I highly doubt that you managed to

1) Run DBConnect on UF

2) Send data from UF to Logstash (logstash doesn't have Splunk input plugin and UF cannot send anything except S2S or S2S over HTTP).

0 Karma

pete00
Loves-to-Learn Lots

Sorry, i am new to Splunk. Yes, I have only being able to connect mySql to DBConnect but i am not able to configure it to logstash.

Any idea how can i get the audit logs on logstash  though TCP? UF can forward the log to TCP and logstash has a input plugin for TCP.

0 Karma

PickleRick
SplunkTrust
SplunkTrust

No.

1. DBConnect doesn't run on UF. DBConnect requires a "full" Splunk instance to run (some functionality runs on search-heads, some on heavy forwarders). So you couldn't have installed and run it on UF. As simple as that

2. Just because something is called "TCP Output" in Splunk terminology doesn't mean it produces a simple TCP raw data stream. The outputs specified with "tcp" stanza in outputs.conf use proprietary Splunk protocol to forward data to downstream components (indexers or intermediate forwarders). Logstash doesn't know how to handle that.

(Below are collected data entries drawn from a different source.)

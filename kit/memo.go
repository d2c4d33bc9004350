package kit

import "sync"

// memo is a small most-recent cache of results that are pure functions of
// a SHA-256 key (a field solution, a strip search, a tolerance analysis),
// so a process that works out the same antenna again (check then build,
// tests) does not repeat the work. Values are shared and never modified.
// It is safe for concurrent use; its zero value is not: use newMemo.
type memo[V any] struct {
	mu   sync.Mutex
	size int
	keys [][32]byte
	vals []V
}

// newMemo returns an empty cache that keeps the last size results.
func newMemo[V any](size int) *memo[V] { return &memo[V]{size: size} }

// get returns the value stored under k and whether there was one.
func (m *memo[V]) get(k [32]byte) (V, bool) {
	m.mu.Lock()
	defer m.mu.Unlock()
	for i, key := range m.keys {
		if key == k {
			return m.vals[i], true
		}
	}
	var zero V
	return zero, false
}

// put stores v under k, dropping the oldest entry when full.
func (m *memo[V]) put(k [32]byte, v V) {
	m.mu.Lock()
	defer m.mu.Unlock()
	if len(m.keys) == m.size {
		m.keys, m.vals = m.keys[1:], m.vals[1:]
	}
	m.keys = append(m.keys, k)
	m.vals = append(m.vals, v)
}
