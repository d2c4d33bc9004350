package spec

import (
	"fmt"
	"strings"
)

// SpecError is one problem with a design spec: which key, where, what value,
// what rule it breaks and how to fix it. Line is 1-based, or 0 when the key is
// absent from the spec.
type SpecError struct {
	Key     string // dotted key, e.g. "coil.turns"
	Line    int    // line of the key in the spec; 0 when absent
	Value   string // the value as written, empty when absent
	Problem string // the rule broken, with the allowed range
	Fix     string // what to change
}

// Error formats e as `coil.turns = 0 (line 12): must be at least 1; fix: ...`.
func (e *SpecError) Error() string {
	var b strings.Builder
	b.WriteString(e.Key)
	if e.Value != "" {
		fmt.Fprintf(&b, " = %s", e.Value)
	}
	if e.Line > 0 {
		fmt.Fprintf(&b, " (line %d)", e.Line)
	} else if e.Value == "" {
		b.WriteString(" (not set)")
	}
	fmt.Fprintf(&b, ": %s", e.Problem)
	if e.Fix != "" {
		fmt.Fprintf(&b, "; fix: %s", e.Fix)
	}
	return b.String()
}

// SpecErrors is every problem found in one spec, in spec order. It is
// returned as an error only when non-empty.
type SpecErrors []*SpecError

// Error joins the problems, one a line.
func (es SpecErrors) Error() string {
	lines := make([]string, len(es))
	for i, e := range es {
		lines[i] = e.Error()
	}
	return strings.Join(lines, "\n")
}

// Unwrap returns the individual problems for errors.As and errors.Is.
func (es SpecErrors) Unwrap() []error {
	out := make([]error, len(es))
	for i, e := range es {
		out[i] = e
	}
	return out
}
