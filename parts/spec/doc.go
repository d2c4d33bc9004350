// Package spec is the design spec a maker writes: one struct per TOML
// table, strict parsing with the line of every key, defaults, and the
// validation of each field and of the rules between fields that need no
// design worked out. Every problem is a *SpecError carrying the key, its
// line, the value, the rule and a fix. Frequencies are in MHz and angles
// in degrees here, in fields whose names carry the unit; everything else
// is in mm.
package spec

You could try to use HF with a syslog output to forward data to an external receiver. I think that's the only reasonable way you can think of.

0 Karma

pete00
Loves-to-Learn Lots

Thank you for your response. I’m limited to using the Universal Forwarder (UF) only. From various resources, I’ve learned that UF can send raw data, which works for me.

I’ve successfully set up Logstash to receive syslog data from my Mac using the TCP input plugin. I’m now wondering how I can configure it to receive data based on the Source or SourceType. Alternatively, is there a way to send all data to Logstash in real-time?

0 Karma

PickleRick
SplunkTrust
SplunkTrust

Yes, right you are, there is the sendCookedData=false option. It's rarely used so I forgot about that.

But since you're sending raw data this way you don't get metadata associated with it.